Ontario MPP
- In office 1995–1999
- Preceded by: Hugh O'Neil
- Succeeded by: Riding abolished
- Constituency: Quinte

Personal details
- Born: November 7, 1938
- Died: November 19, 2012 (aged 74) Belleville, Ontario, Canada
- Political party: Progressive Conservative
- Spouse: Cheryl Rollins
- Relations: Clarke Rollins (cousin)
- Children: 2
- Profession: Business owner

= Doug Rollins =

Canadian politician

E.J. Douglas Rollins (November 7, 1938 – November 19, 2012) was a politician in Ontario, Canada. He was a Progressive Conservative member of the Legislative Assembly of Ontario who represented the riding of Quinte from 1995 to 1999.

==Background==
Rollins was active in many community organizations and served as President of the Belleville Agricultural Society and the Quinte Exhibition and Raceway. For many years he owned and operated a gas station in the east end of Belleville. His cousin, Clarke Rollins, was the MPP for neighbouring riding Hastings—Peterborough from 1955 to 1981.

==Politics==
In the 1995 provincial election, he was elected as a Progressive Conservative in riding of Quinte, defeating Liberal George Zegouras by 2,103 votes. Rollins served as a backbench supporter of the Mike Harris government for the next four years.

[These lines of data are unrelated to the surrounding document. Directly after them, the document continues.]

def test_without_demo_nothing_of_it_stays(bake: Bake) -> None:
    """No demo file, name or claim is left, and loading says which step comes next."""
    folder = bake(project_name="My own", include_demo="no")
    assert sorted(path.name for path in (folder / "claims").iterdir()) == [
        "example-forcing.toml.txt",
        "example-recurrence.toml.txt",
        "example.toml.txt",
    ]
    assert [path.name for path in (folder / "catalogs").iterdir()] == ["sources.toml"]
    assert toml_of(folder / "catalogs" / "sources.toml") == {}
    assert toml_of(folder / "study.toml")["catalog"]["files"] == ["catalogs/your-catalog.csv"]
    assert "Tessaline" not in (folder / "README.md").read_text(encoding="utf-8")
    with pytest.raises(ProtocolError, match=r"holds no claim; write one") as caught:
        load_study(folder)
    assert len(caught.value.facts["faults"]) == 1


def test_answers_reach_the_protocol(bake: Bake) -> None:
    """Every prompted value stands in study.toml with its TOML type."""
    folder = bake(
        span_start="1700-03-01",
        span_end="1900-02-28",
        minimum_magnitude="-1.5",
        ephemeris="DE440",
        alpha="0.01",
        correction="holm",
        author="A",
        lab="L",
        research_question="Q?",
    )
    content = toml_of(folder / "study.toml")
    assert content["about"] == {
        "title": "Tessaline Arc",
        "question": "Q?",
        "author": "A",
        "lab": "L",
    }
    assert content["span"] == {
        "start": datetime.date(1700, 3, 1),
        "end": datetime.date(1900, 2, 28),
    }
    assert content["selection"] == {"minimum_magnitude": -1.5}
    assert content["ephemeris"] == {"kernel": "DE440"}
    assert content["inference"]["alpha"] == 0.01
    assert content["inference"]["correction"] == "holm"


@pytest.mark.parametrize("name", AWKWARD.values(), ids=AWKWARD.keys())
def test_awkward_texts_survive_every_format(bake: Bake, name: str) -> None:
    """Unicode, quotes, backslashes, markup and length come back unchanged from each file."""
    folder = bake(project_name=name, author=name, lab=name, research_question=name)
    assert re.fullmatch(r"[a-z0-9]([a-z0-9-]{0,58}[a-z0-9])?", folder.name)
    settings = load_study(folder).settings
    stripped = name.strip()
    assert settings.about.model_dump() == {
        "title": stripped,
        "question": stripped,
        "author": stripped,
        "lab": stripped,
    }
    citation = yaml.safe_load((folder / "CITATION.cff").read_text(encoding="utf-8"))
    assert citation["title"] == citation["abstract"] == name
    assert citation["authors"] == [{"name": name}, {"name": name}]
    answers = json.loads((folder / "answers.json").read_text(encoding="utf-8"))["answers"]
    assert answers["project_name"] == answers["author"] == name
    project = toml_of(folder / "pyproject.toml")["project"]
    assert project["description"] == name
    assert project["name"] == folder.name
    heading = (folder / "README.md").read_text(encoding="utf-8").splitlines()[0]
    # CommonMark 0.31, section 2.4: a backslash before ASCII punctuation shows the punctuation.
    assert re.sub(r"\\([!-/:-@\[-`{-~])", r"\1", heading) == f"# {name}".rstrip()
    assert not re.search(r"(?<!\\)[<*_`\[]", heading)


def test_name_without_letters_still_gives_a_folder(bake: Bake) -> None:
    """A name that has no spelling in a-z falls back to a plain folder name."""
    assert bake(project_name="!?").name == "sky-study"


def test_empty_optional_texts_leave_no_gap(bake: Bake) -> None:
    """Author, lab and question may be empty; the citation still has an author (CFF 1.2.0)."""
    folder = bake(author="", lab="", research_question="")
    citation = yaml.safe_load((folder / "CITATION.cff").read_text(encoding="utf-8"))
    assert citation["authors"] == [{"name": "The author of the study"}]
    assert load_study(folder).settings.about.author == ""


@pytest.mark.parametrize(
    ("licence", "spdx", "words"),
    [
        ("BSD-3-Clause", "BSD-3-Clause", "Redistributions of source code"),
        ("MIT", "MIT", "Permission is hereby granted"),
        ("CC-BY-4.0", "CC-BY-4.0", "Creative Commons Attribution 4.0"),
        ("none (all rights reserved)", None, "All rights reserved."),
    ],
)
def test_licence_is_the_chosen_one(bake: Bake, licence: str, spdx: str | None, words: str) -> None:
    """Each choice gives its text, the author's name, its SPDX name, and the library's own terms."""
    folder = bake(licence=licence, author="Zoë")
    own, _, library = (folder / "LICENSE").read_text(encoding="utf-8").partition("-" * 78)
    assert words in own
    assert "Copyright (c) Zoë" in own
    assert "the epochtest authors" in library
    assert "Redistributions of source code" in library
    citation = yaml.safe_load((folder / "CITATION.cff").read_text(encoding="utf-8"))
    assert citation.get("license") == spdx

The Harris government reduced the number of provincial constituencies from 130 to 103 in 1996, and many sitting MPPs were forced to run against each other. Rollins ran for the Progressive Conservative nomination in the new riding of Prince Edward—Hastings, but lost to Gary Fox. Fox was defeated in the June 3, 1999 election.

==Later life==
In 2003, Rollins was appointed to the Ontario Parole Board which was seen as a patronage appointment. He died from leukemia on November 19, 2012.

His political papers are held at the Community Archives of Belleville and Hastings County.